The restart re-runs init-certs. Inside the 30-day window, the existing chain is reused (no regeneration). Outside the window, fresh chain + WebhookConfig patch. To force a rotation any time:

kubectl delete secret portal-webhook-tls -n portal-system
kubectl rollout restart deployment/portal -n portal-system

The next Pod start regenerates the chain, upserts the Secret, and re-patches the WebhookConfiguration.
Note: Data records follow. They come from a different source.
def member_path(root: Path, name: str, field: str, src: str = "") -> Path:
    """``root / name``, refused unless it resolves inside ``root``.

    Args:
        root: the folder. name: a relative name read from an archive or a row.

    Returns:
        The path under ``root``.

    Example:
        >>> member_path(Path("/data/photos"), "ab/c.jpg", "backup").as_posix()
        '/data/photos/ab/c.jpg'
    """
    check_name(name, field, src or name)
    base = Path(os.path.abspath(root))
    target = Path(os.path.abspath(base / name))
    real_base = base.resolve()
    if not target.resolve().is_relative_to(real_base) or not target.is_relative_to(base):
        raise InputError(field, src or name, f"the file name {name!r} leaves its folder", None)
    return target


@contextmanager
def staged(arc: Archive, beside: Path, *, names: list[str] | None = None) -> Iterator[Path]:
    """Extract members into a new folder beside ``beside``, each hash checked.

    Args:
        arc: from ``open_archive``.
        beside: the folder the files will be moved into (the staging folder is made in its
            parent, so ``os.replace`` from it never crosses file systems).
        names: the members to extract (default: all).

    Yields:
        The staging folder, laid out as the archive. It is removed when the block ends,
        whether or not the block moved files out of it.

    Example:
        >>> with staged(arc, store.photos_dir) as folder:  # doctest: +SKIP
        ...     (folder / "store.db").is_file()
        True
    """
    parent = Path(os.path.abspath(beside)).parent
    made = [p for p in (parent, *parent.parents) if not p.exists()]
    parent.mkdir(parents=True, exist_ok=True)
    folder = Path(tempfile.mkdtemp(prefix=f"{STAGING_PREFIX}{os.getpid()}-", dir=parent))
    try:
        try:
            with zipfile.ZipFile(arc.path) as z:
                for name in (list(arc.members) if names is None else names):
                    info = arc.members.get(name)
                    if info is None:
                        raise arc.refuse(f"{name!r} is not in it")
                    out = member_path(folder, name, arc.field, str(arc.path))
                    out.parent.mkdir(parents=True, exist_ok=True)
                    h = hashlib.sha256()
                    with z.open(info) as f, open(out, "xb") as w:
                        left = info.file_size
                        while chunk := f.read(min(_CHUNK, left + 1)):
                            left -= len(chunk)
                            if left < 0:
                                raise arc.refuse(f"{name} is larger than it says")
                            h.update(chunk)
                            w.write(chunk)
                        if left:
                            raise arc.refuse(f"{name} is shorter than it says")
                        w.flush()
                        os.fsync(w.fileno())
                    if h.hexdigest() != arc.files[name]:
                        raise arc.refuse(f"{name} is damaged (its hash differs from the "
                                         "manifest)", "use another copy")
        except InputError:
            raise
        except (zipfile.BadZipFile, zlib.error, EOFError, NotImplementedError,
                RuntimeError) as e:
            raise arc.refuse(f"a file in it is damaged ({e})", "use another copy") from None
        except OSError as e:
            raise InputError(arc.field, str(arc.path), f"cannot unpack it here ({e})",
                             "check the disk has space and may be written") from None
        yield folder
    finally:
        shutil.rmtree(folder, ignore_errors=True)
        for p in made:  # folders made only for staging go too (the caller's stay)
            try:
                p.rmdir()
            except OSError:
                break


def clean_staging(folder: Path) -> int:
    """Remove staging folders in ``folder`` left by a process that was killed mid-extraction.

    Returns:
        How many were removed.

    Example:
        >>> clean_staging(Path("/no/such/folder"))
        0
    """
    from fieldcol.store._photos import _alive

    if not folder.is_dir():
        return 0
    removed = 0
    for d in folder.glob(f"{STAGING_PREFIX}*"):
        try:
            pid = int(d.name[len(STAGING_PREFIX):].split("-", 1)[0])
        except ValueError:
            pid = 0
        if d.is_dir() and not (pid > 0 and _alive(pid)):
            shutil.rmtree(d, ignore_errors=True)
            removed += 1
    return removed


def _check_info(info: zipfile.ZipInfo, limits: Limits, field: str, src: str) -> None:
    name = info.filename
    if info.flag_bits & 0x1:
        raise InputError(field, src, f"{name} is encrypted", None)
    if info.compress_type not in (zipfile.ZIP_STORED, zipfile.ZIP_DEFLATED):
        raise InputError(field, src, f"{name} uses a compression fieldcol does not read", None)
    mode = info.external_attr >> 16
    if info.is_dir() or stat.S_IFMT(mode) not in (0, stat.S_IFREG):  # links, devices
        raise InputError(field, src, f"{name} is not a plain file", None)
    if info.file_size > limits.max_member_bytes:
        raise InputError(field, src, f"{name} would unpack to {info.file_size:,} bytes, more "
                         f"than the {limits.max_member_bytes:,} allowed", None)
    if info.file_size > limits.ratio_floor and \
            info.file_size > limits.max_ratio * max(info.compress_size, 1):
        raise InputError(field, src, f"{name} would unpack to {info.file_size:,} bytes from "
                         f"{info.compress_size:,} (more than {limits.max_ratio:g} times): "
                         "refused as a zip bomb", None)


def _read_capped(z: zipfile.ZipFile, info: zipfile.ZipInfo, cap: int, field: str,
                 src: str) -> bytes:
    with z.open(info) as f:
        data = f.read(cap + 1)
    if len(data) > cap:
        raise InputError(field, src, f"{info.filename} is too large", None)
    return data


def _no_duplicates(pairs: list[tuple[str, Any]]) -> dict[str, Any]:
    out: dict[str, Any] = {}
    for k, v in pairs:
        if k in out:
            raise ValueError(f"the key {k!r} appears twice")
        out[k] = v
    return out


def _no_constant(name: str) -> Any:
    raise ValueError(f"{name} is not a number JSON allows")


def _is(value: Any, want: type) -> bool:
    if want is int:
        return isinstance(value, int) and not isinstance(value, bool)
    if want is float:
        return isinstance(value, (int, float)) and not isinstance(value, bool)
    return isinstance(value, want)


def _json_type(value: Any) -> str:
    for t, word in ((bool, "true or false"), (int, "a whole number"), (float, "a number"),
                    (str, "text"), (list, "a list"), (dict, "a JSON object")):
        if isinstance(value, t):
            return word
    return "null" if value is None else type(value).__name__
Where the chart wires this up

• deploy/helm/portal/templates/deployment.yaml — the init-container block (gated on not .Values.certManager.enabled) and the volume-type switch (Secret vs emptyDir).
• deploy/helm/portal/templates/clusterrole.yaml — the scoped WebhookConfig grant (also gated).
• deploy/helm/portal/templates/role.yaml — the scoped Secret grant (also gated).
• deploy/helm/portal/templates/certmanager.yaml — Mode A's Certificate + self-signed Issuer.
• deploy/helm/portal/templates/secret-bootstrap.yaml — the Opaque placeholder Secret that init-certs upgrades to kubernetes.io/tls.
• deploy/helm/portal/templates/validatingwebhookconfiguration.yaml — carries the cert-manager.io/inject-ca-from annotation (used in Mode A; ignored in Mode B because cert-manager isn't installed).

Choosing a mode

Concern	cert-manager	init-certs
Rotation	automatic	semi-automatic (30-day window auto-renew on Pod start; otherwise restart-driven)
Extra dependencies	cert-manager controller + CA injector	none
Air-gapped friendliness	requires cert-manager image mirrored	none
Portal's RBAC footprint	smaller (no webhook patch grant)	adds scoped patch on Portal's WebhookConfig
Helm install time	depends on cert-manager being ready	adds an init-container to Pod start (~few hundred ms)

If you already run cert-manager, choose Mode A. If your security review treats the scoped WebhookConfig patch grant as acceptable, Mode B is fine — and it's the only option for air-gapped clusters without cert-manager.